Artikel teilen:

Haus für wohnungslose Frauen in München eröffnet – neuer Ansatz

Obdachlosigkeit ist ein wachsendes Problem in deutschen Städten. Lange versuchte man das Problem mit zeitlich befristeten Unterbringungen zu lösen. Nun gibt es einen neuen Ansatz. Er heißt “Housing First”.

Neue Chance für Frauen, die auf der Straße oder in Notunterkünften leben: In München ist am Freitag eine Einrichtung mit 32 Appartements für wohnungslose Frauen eröffnet worden. Innovativ an dem Projekt namens “Lebensplätze” ist der “Housing-First-Ansatz”. Dabei hat die möglichst dauerhafte Unterbringung Vorrang vor allen anderen Hilfen. Das Wohnen ist an keine andere Bedingung außer die Mietzahlung geknüpft.

“Alle Beratungs- und Hilfsangebote sind freiwillig”, erläuterte die städtische Sozialreferentin Dorothee Schiwy.

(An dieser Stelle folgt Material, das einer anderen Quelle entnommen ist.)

//! One chain on its netlist: what a rebuild replaces, what that sweeps away, and
//! what stays to be measured. Computed once per chain; every proposal reuses it.
//!
//! Every net proven equal to a sum or carry is replaced. Gates that lose their
//! last use by it are removed; gates dead beforehand stay. What remains in the
//! fan-out of the replaced nets is the *region*: with the replaced nets as
//! barriers it gives the longest paths beside the chain and the fixed tail
//! behind every replaced net, so a proposal costs its own gates and no pass over
//! the netlist. This rests on one invariant, checked here: no operand depends on
//! a replaced net.

use super::cone::{Operands, fan_out_of, replaced_nets, sweep, sweep_unread};
use super::ground::Ground;
use super::overlay::{GateStyle, Literal, Overlay};
use super::reuse::find_reusable;
use crate::chain::Chain;
use crate::netlist::{GateId, NetId};
use crate::network::Addends;
use crate::timing::{End, EndGroup, NEVER, PathKind, StartGroup, end_net};
use rustc_hash::{FxHashMap, FxHashSet};

/// Why a chain cannot be planned.
#[derive(Clone, Copy, PartialEq, Eq, Debug, thiserror::Error)]
pub enum Refused {
    /// An operand depends on a sum or carry of the chain itself.
    #[error("operand bit {position} depends on the chain's own results")]
    OperandDependsOnChain {
        /// The position.
        position: usize,
    },
    /// No net of the chain can be driven anew.
    #[error("none of its sums and carries is driven by a gate of its own")]
    NothingToReplace,
    /// Two chains of a set read each other.
    #[error("two chains of the set depend on each other")]
    DependOnEachOther,
}

/// What a replaced net shows.
#[derive(Clone, Copy, PartialEq, Eq, PartialOrd, Ord, Debug)]
pub(super) struct Role {
    pub(super) position: usize,
    pub(super) carry: bool,
    pub(super) inverted: bool,
}

/// A replaced net that something outside the removed gates still reads.
#[derive(Clone, Copy, PartialEq, Eq, Debug)]
pub(super) struct Needed {
    pub(super) net: NetId,
    pub(super) role: Role,
    pub(super) uses: u32,
}

/// The longest path of one kind that passes no replaced net.
#[derive(Clone, Copy, PartialEq, Eq, Debug)]
pub(super) struct Beside {
    pub(super) kind: PathKind,
    pub(super) longest: Option<(i32, End)>,
}

/// See the head of the module.
pub struct Site<'a> {
    pub(super) ground: &'a Ground<'a>,
    pub(super) replaced: FxHashMap<NetId, Role>,
    pub(super) needed: Vec<Needed>,
    /// Gates removed whatever the proposal.
    pub(super) removed: FxHashSet<GateId>,
    pub(super) uses_left: FxHashMap<NetId, u32>,
    pub(super) region: Vec<GateId>,
    pub(super) region_set: FxHashSet<GateId>,
    pub(super) beside: Vec<Beside>,
    pub(super) tails: Vec<(EndGroup, FxHashMap<NetId, i32>)>,
    pub(super) base: Overlay,
    pub(super) addends: Addends<Literal>,
    pub(super) negated: bool,
    /// Nets the addends read, ascending.
    pub(super) operands: Vec<NetId>,
}

impl<'a> Site<'a> {
    /// Looks at `chain` on its netlist.
    ///
    /// # Errors
    /// When the chain cannot be replaced as a whole.
    pub fn of(ground: &'a Ground<'a>, chain: &Chain) -> Result<Self, Refused> {
        let operands = Operands::of(ground, chain);
        let (order, replaced) = replaced_nets(ground, chain, &operands.on_the_way);
        if order.is_empty() {
            return Err(Refused::NothingToReplace);
        }
        let fan_out = fan_out_of(ground, &order);
        let fan_out_set: FxHashSet<GateId> = fan_out.iter().copied().collect();
        let depends = |net: NetId| {
            replaced.contains_key(&net)
                || ground
                    .gate_of(net)
                    .is_some_and(|gate| fan_out_set.contains(&gate))
        };
        for (position, bit) in operands.given.iter() {
            if bit.signal().is_some_and(|signal| depends(signal.net)) {
                return Err(Refused::OperandDependsOnChain {
                    position: *position,
                });
            }
        }
        let (removed, uses_left) = sweep(ground, &order, &replaced, &operands.roots);
        let style = ground.settings.style;
        let needed: Vec<Needed> = order
            .iter()
            .filter_map(|&net| {
                let before = ground.uses(net);
                let uses = uses_left.get(&net).copied().unwrap_or(before);
                let stays = uses > 0 || (before == 0 && style != GateStyle::AndInverter);
                stays.then(|| Needed {
                    net,
                    role: replaced[&net],
                    uses,
                })
            })
            .collect();
        let mut region: Vec<GateId> = fan_out
            .into_iter()
            .filter(|gate| !removed.contains(gate))
            .collect();
        region.sort_unstable_by_key(|&gate| ground.rank(gate));
        let region_set = region.iter().copied().collect();
        let mut base = Overlay::new(style, ground.settings.model);
        let (addends, negated) = operands.addends(ground, chain, &mut base);
        let mut site = Self {
            ground,
            replaced,
            needed,
            removed,
            uses_left,
            region,
            region_set,
            beside: Vec::new(),
            tails: Vec::new(),
            base,
            addends,
            negated,
            operands: operands.roots,
        };
        let stays = |gate: GateId| !site.removed.contains(&gate) && !fan_out_set.contains(&gate);
        find_reusable(ground, &mut site.base, &site.operands, stays);
        site.measure_beside();
        site.measure_tails();
        Ok(site)
    }

    /// The gates that are the chain's own: those of its results and what only
    /// serves them, ascending.
    pub fn own_gates(&self) -> Vec<GateId> {
        let mut gates: Vec<GateId> = self.removed.iter().copied().collect();
        gates.sort_unstable();
        gates
    }

    /// Arrival of an existing net the chain does not replace.
    pub(super) fn arrival(&self, net: NetId) -> i32 {
        self.ground.timing.arrivals.by_net[net.index()]
    }

    /// The longest paths that pass no replaced net.
    fn measure_beside(&mut self) {
        let ground = self.ground;
        let groups = ground.end_groups();
        for (start, by_net) in ground.timing.by_start() {
            let (times, cut_ends) = self.arrivals_beside(start.way, by_net);
            for &group in &groups {
                let kind = PathKind { start, end: group };
                let mut longest = ground.latest_end(kind, |end| !self.is_behind(end));
                let mut offer = |time: i32, end: End| {
                    if time != NEVER && longest.is_none_or(|(most, _)| time > most) {
                        longest = Some((time, end));
                    }
                };
                for &gate in &self.region {
                    let output = ground.netlist.gate_output(gate);
                    if let Some(&time) = times.get(&output) {
                        for end in ground.ends_at(output) {
                            if end.is_in(ground.netlist, group) {
                                offer(time, end);
                            }
                        }
                    }
                }
                for &(time, end) in &cut_ends {
                    if end.is_in(ground.netlist, group) {
                        offer(time, end);
                    }
                }
                self.beside.push(Beside { kind, longest });
            }
        }
    }

    /// Arrivals in the region with the replaced nets taken away, and at the gates
    /// in it that drive cut nets.
    fn arrivals_beside(&self, way: u8, by_net: &[i32]) -> (FxHashMap<NetId, i32>, Vec<(i32, End)>) {
        let ground = self.ground;
        let mut times: FxHashMap<NetId, i32> = FxHashMap::default();
        let mut cut_ends = Vec::new();
        for &gate in &self.region {
            let delays = ground.timing.delays.of_gate(ground.netlist, gate);
            let mut latest = NEVER;
            for (&net, delay) in ground.netlist.fan_ins(gate).iter().zip(delays) {
                let at = if self.replaced.contains_key(&net) {
                    NEVER
                } else {
                    times.get(&net).copied().unwrap_or(by_net[net.index()])
                };
                if at != NEVER {
                    latest = latest.max(at + delay);
                }
            }
            let output = ground.netlist.gate_output(gate);
            if ground.netlist.is_barred_on(way, output) {
                latest = NEVER;
            }
            if ground.gate_of(output) == Some(gate) {
                times.insert(output, latest);
            } else {
                cut_ends.push((latest, End::Cut(gate)));
            }
        }
        (times, cut_ends)
    }

    /// Whether paths to `end` may pass a replaced net.
    pub(super) fn is_behind(&self, end: End) -> bool {
        match (end, end_net(self.ground.netlist, end)) {
            (End::Cut(gate), _) => self.region_set.contains(&gate),
            (_, Some(net)) => {
                self.replaced.contains_key(&net)
                    || self
                        .ground
                        .gate_of(net)
                        .is_some_and(|gate| self.region_set.contains(&gate))
            }
            (_, None) => false,
        }
    }

    /// The longest tail behind every replaced net that passes no other.
    fn measure_tails(&mut self) {
        let ground = self.ground;
        for group in ground.end_groups() {
            let mut tails: FxHashMap<NetId, i32> = FxHashMap::default();
            let wanted = |end: End| end.is_in(ground.netlist, group);
            let ends_here = |net: NetId| ground.ends_at(net).any(wanted);
            let barred = |net: NetId| ground.netlist.is_barred_on(group.way, net);
            for needed in &self.needed {
                if ends_here(needed.net) && !barred(needed.net) {
                    tails.insert(needed.net, 0);
                }
            }
            for &gate in self.region.iter().rev() {
                let output = ground.netlist.gate_output(gate);
                let tail = if ground.gate_of(output) == Some(gate) {
                    let behind = tails.get(&output).copied();
                    behind.or_else(|| ends_here(output).then_some(0))
                } else {
                    wanted(End::Cut(gate)).then_some(0)
                };
                let Some(tail) = tail.filter(|_| !barred(output)) else {
                    continue;
                };
                tails.insert(output, tail);
                let delays = ground.timing.delays.of_gate(ground.netlist, gate);
                for (&net, delay) in ground.netlist.fan_ins(gate).iter().zip(delays) {
                    let inside = self.replaced.contains_key(&net) && !barred(net)
                        || ground
                            .gate_of(net)
                            .is_some_and(|gate| self.region_set.contains(&gate));
                    if inside {
                        let slot = tails.entry(net).or_insert(NEVER);
                        *slot = (*slot).max(tail + delay);
                    }
                }
            }
            self.tails.push((group, tails));
        }
    }

    /// The end that the longest tail behind a replaced net leads to.
    pub(super) fn end_behind(&self, mut net: NetId, group: EndGroup) -> Option<End> {
        let ground = self.ground;
        let wanted = |end: End| end.is_in(ground.netlist, group);
        let (_, tails) = self.tails.iter().find(|(each, _)| *each == group)?;
        loop {
            let tail = *tails.get(&net)?;
            if tail == 0
                && let Some(end) = ground.ends_at(net).find(|&end| wanted(end))
            {
                return Some(end);
            }
            let next = ground.readers.of_net(net).iter().find_map(|&gate| {
                let output = ground.netlist.gate_output(gate);
                let cut = ground.gate_of(output) != Some(gate);
                let behind = if cut {
                    wanted(End::Cut(gate)).then_some(0)
                } else {
                    tails.get(&output).copied()
                };
                let delays = ground.timing.delays.of_gate(ground.netlist, gate);
                let pins = ground.netlist.fan_ins(gate).iter().zip(delays);
                let fits = self.region_set.contains(&gate)
                    && pins.into_iter().any(|(&pin, delay)| {
                        pin == net && behind.is_some_and(|b| b + delay == tail)
                    });
                fits.then_some((gate, output, cut))
            });
            match next? {
                (gate, _, true) => return Some(End::Cut(gate)),
                (_, output, false) => net = output,
            }
        }
    }

    /// Gates removed beyond those of every proposal, because the new gates of
    /// this one do not read some operand.
    pub(super) fn sweep_unread(&self, is_read: impl Fn(NetId) -> bool) -> Vec<GateId> {
        sweep_unread(self.ground, &self.operands, &self.uses_left, is_read)
    }

    /// Arrivals from each group of starts by net, as the timing has them.
    pub(super) fn starts(&self) -> impl Iterator<Item = (StartGroup, &'a [i32])> {
        self.ground.timing.by_start()
    }
}
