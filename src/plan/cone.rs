//! What a chain reads and what replacing it takes away.
//!
//! Operands are looked through buffers and inverters, whose polarity is free in
//! new gates; the nets to replace are those proven equal to a sum or carry and
//! driven by a gate; the sweep counts uses down from their gates. Every loop
//! here is linear in the chain's cone and fan-out.

use super::ground::Ground;
use super::overlay::{Literal, Overlay};
use super::site::Role;
use crate::chain::Chain;
use crate::netlist::{Bit, GateId, NetId, Shape, Signal};
use crate::network::{Addends, GateSink};
use rustc_hash::{FxHashMap, FxHashSet};

/// Buffers and inverters before an operand are looked through up to this many.
const MOST_BUFFERS: usize = 64;

/// The nets a chain adds.
pub(super) struct Operands {
    /// The bits as the chain gives them, with their positions.
    pub(super) given: Vec<(usize, Bit)>,
    /// The operands and the buffers and inverters before them.
    pub(super) on_the_way: FxHashSet<NetId>,
    /// The nets behind buffers and inverters, ascending.
    pub(super) roots: Vec<NetId>,
}

impl Operands {
    pub(super) fn of(ground: &Ground<'_>, chain: &Chain) -> Self {
        let bits = chain.positions.iter().enumerate();
        let given: Vec<(usize, Bit)> = bits
            .flat_map(|(i, position)| [(i, position.a), (i, position.b)])
            .chain([(0, chain.carry_in)])
            .chain(chain.mode.map(|mode| (0, Bit::Signal(mode))))
            .collect();
        let mut on_the_way = FxHashSet::default();
        let mut roots = Vec::new();
        for signal in given.iter().filter_map(|(_, bit)| bit.signal()) {
            roots.push(root(ground, signal, |net| {
                on_the_way.insert(net);
            }));
        }
        let mut roots: Vec<NetId> = roots.into_iter().map(|signal| signal.net).collect();
        roots.sort_unstable();
        roots.dedup();
        Self {
            given,
            on_the_way,
            roots,
        }
    }

    /// The addends as literals; see [`rooted`].
    pub(super) fn addends(
        &self,
        ground: &Ground<'_>,
        chain: &Chain,
        overlay: &mut Overlay,
    ) -> (Addends<Literal>, bool) {
        let rooted = Rooted::of(ground, chain);
        let addends = rooted.literals(overlay, |overlay, net| {
            overlay.net(net, ground.timing.arrivals.by_net[net.index()])
        });
        (addends, rooted.negated)
    }
}

/// What a chain adds, buffers and inverters looked through. A carry-in of
/// constant 1 is taken away by adding the complements: `a + b + 1 = ~(~a + ~b)`;
/// then the second result is true and every sum and carry comes out inverted.
pub(super) struct Rooted {
    addends: Addends<Bit>,
    /// What the second addend is combined with by XOR.
    mode: Option<Bit>,
    pub(super) negated: bool,
}

impl Rooted {
    pub(super) fn of(ground: &Ground<'_>, chain: &Chain) -> Self {
        let negated = chain.carry_in == Bit::Constant(true);
        let behind = |bit: Bit, negated: bool| match bit {
            Bit::Constant(value) => Bit::Constant(value != negated),
            Bit::Signal(signal) => {
                let root = root(ground, signal, |_| ());
                Bit::Signal(Signal {
                    inverted: root.inverted != negated,
                    ..root
                })
            }
        };
        let positions = || chain.positions.iter();
        let addends = Addends {
            a: positions().map(|each| behind(each.a, negated)).collect(),
            b: positions().map(|each| behind(each.b, negated)).collect(),
            carry_in: match chain.carry_in {
                Bit::Constant(_) => None,
                bit @ Bit::Signal(_) => Some(behind(bit, false)),
            },
        };
        let mode = chain.mode.map(|mode| behind(Bit::Signal(mode), false));
        Self {
            addends,
            mode,
            negated,
        }
    }

    /// The addends in an overlay, where `of_net` gives the literal of a net.
    pub(super) fn literals(
        &self,
        overlay: &mut Overlay,
        mut of_net: impl FnMut(&mut Overlay, NetId) -> Literal,
    ) -> Addends<Literal> {
        let mut literal = |bit: Bit| match bit {
            Bit::Constant(value) => Literal::FALSE.invert_if(value),
            Bit::Signal(signal) => of_net(overlay, signal.net).invert_if(signal.inverted),
        };
        let a = self.addends.a.iter().map(|&bit| literal(bit)).collect();
        let b: Vec<Literal> = self.addends.b.iter().map(|&bit| literal(bit)).collect();
        let carry_in = self.addends.carry_in.map(&mut literal);
        let mode = self.mode.map(&mut literal);
        let b = match mode {
            Some(mode) => b.into_iter().map(|b| overlay.xor(b, mode)).collect(),
            None => b,
        };
        Addends { a, b, carry_in }
    }
}

/// The signal behind the buffers and inverters before `signal`.
fn root(ground: &Ground<'_>, mut signal: Signal, mut pass: impl FnMut(NetId)) -> Signal {
    for _ in 0..MOST_BUFFERS {
        pass(signal.net);
        let Some(gate) = ground.gate_of(signal.net) else {
            return signal;
        };
        let inverts = match ground.netlist.function(gate).shape() {
            Shape::Buffer => false,
            Shape::Inverter => true,
            _ => return signal,
        };
        signal = Signal {
            net: ground.netlist.fan_ins(gate)[0],
            inverted: signal.inverted != inverts,
        };
    }
    pass(signal.net);
    signal
}

/// The nets to drive anew, in the order of the chain, and what each shows.
pub(super) fn replaced_nets(
    ground: &Ground<'_>,
    chain: &Chain,
    operands: &FxHashSet<NetId>,
) -> (Vec<NetId>, FxHashMap<NetId, Role>) {
    let mut order = Vec::new();
    let mut replaced = FxHashMap::default();
    for (position, each) in chain.positions.iter().enumerate() {
        let sums = each.sums.iter().map(|signal| (signal, false));
        let carries = each.carries.iter().map(|signal| (signal, true));
        for (signal, carry) in sums.chain(carries) {
            let net = signal.net;
            if operands.contains(&net)
                || replaced.contains_key(&net)
                || ground.gate_of(net).is_none()
            {
                continue;
            }
            order.push(net);
            let role = Role {
                position,
                carry,
                inverted: signal.inverted,
            };
            replaced.insert(net, role);
        }
    }
    (order, replaced)
}

/// Every gate that a change of `nets` may reach.
pub(super) fn fan_out_of(ground: &Ground<'_>, nets: &[NetId]) -> Vec<GateId> {
    let mut seen: FxHashSet<GateId> = FxHashSet::default();
    let mut found = Vec::new();
    let mut stack = nets.to_vec();
    while let Some(net) = stack.pop() {
        for &gate in ground.readers.of_net(net) {
            if seen.insert(gate) {
                found.push(gate);
                let output = ground.netlist.gate_output(gate);
                if ground.gate_of(output) == Some(gate) {
                    stack.push(output);
                }
            }
        }
    }
    found
}

/// The gates of the replaced nets and all that lose their last use with them,
/// the operands held; and the uses left of every net touched.
pub(super) fn sweep(
    ground: &Ground<'_>,
    order: &[NetId],
    replaced: &FxHashMap<NetId, Role>,
    operands: &[NetId],
) -> (FxHashSet<GateId>, FxHashMap<NetId, u32>) {
    let mut removed: FxHashSet<GateId> = FxHashSet::default();
    let mut uses: FxHashMap<NetId, u32> = FxHashMap::default();
    let mut stack: Vec<GateId> = order
        .iter()
        .filter_map(|&net| ground.gate_of(net))
        .collect();
    while let Some(gate) = stack.pop() {
        if !removed.insert(gate) {
            continue;
        }
        for &net in ground.netlist.fan_ins(gate) {
            let left = uses.entry(net).or_insert_with(|| ground.uses(net));
            *left -= 1;
            let held = replaced.contains_key(&net) || operands.binary_search(&net).is_ok();
            if *left == 0 && !held {
                stack.extend(ground.gate_of(net));
            }
        }
    }
    (removed, uses)
}

/// Gates removed beyond those of [`sweep`], because no new gate reads some
/// operand. No operand given may depend on what is replaced.
pub(super) fn sweep_unread(
    ground: &Ground<'_>,
    operands: &[NetId],
    uses_left: &FxHashMap<NetId, u32>,
    is_read: impl Fn(NetId) -> bool,
) -> Vec<GateId> {
    let mut uses: FxHashMap<NetId, u32> = FxHashMap::default();
    let left = |uses: &FxHashMap<NetId, u32>, net: NetId| {
        let known = uses.get(&net).or_else(|| uses_left.get(&net));
        known.copied().unwrap_or_else(|| ground.uses(net))
    };
    let mut stack: Vec<GateId> = operands
        .iter()
        .filter(|&&net| ground.uses(net) > 0 && left(&uses, net) == 0 && !is_read(net))
        .filter_map(|&net| ground.gate_of(net))
        .collect();
    let mut swept = Vec::new();
    while let Some(gate) = stack.pop() {
        swept.push(gate);
        for &net in ground.netlist.fan_ins(gate) {
            let now = left(&uses, net) - 1;
            uses.insert(net, now);
            if now == 0 && !is_read(net) {
                stack.extend(ground.gate_of(net));
            }
        }
    }
    swept.sort_unstable();
    swept
}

Mit den “Lebensplätzen” stehe München “bundesweit in einer Vorreiterrolle”. Vermietet werden die Appartements vom Sozialdienst katholischer Frauen (SkF).

Nach Angaben des SkF München handelt es sich um die bayernweit erste Einrichtung dieser Art in Trägerschaft eines katholischen Wohlfahrtsverbands. Inzwischen sind alle 32 Plätze vergeben. “Die älteste Frau, die wir aufnehmen, ist 86”, erläuterte Einrichtungsleiterin Carmen Schwend. “Es gibt Frauen mit Fluchtbiografie, Bewohnerinnen, die psychisch krank sind, Alkohol wird sicher ein Thema sein, und zwei Katzen wurden auch schon angemeldet.” Viele seien “gezeichnet durch ihr Leben”.

Schwend fügte hinzu, den Frauen würden pädagogische, medizinische und hauswirtschaftliche Hilfen angeboten. “Wir wollen in ganz kleinen Schritten auf die Bewohnerinnen zugehen, immer wieder Kontakt suchen, aber sie eben zu nichts zwingen.” Aber manche wollten erst einmal gar nichts mit Sozialpädagoginnen zu tun haben. “Aus ähnlichen Einrichtungen in München wissen wir, dass wir da sicher auch eine hohe Frustrationstoleranz brauchen.”

Heidi Rösler, Vorstandsvorsitzende des SkF München, sagte: “Der Anteil älterer, wohnungsloser Frauen steigt. Sie haben schwierige Lebensphasen durchgemacht und sehr oft Gewalt erlebt. Wir wissen: Erst wenn diese Frauen ein sicheres Zuhause haben, können sie ihre anderen Themen angehen.” Dieses “moderne Konzept” gebe den Frauen ein Stück ihrer Würde zurück.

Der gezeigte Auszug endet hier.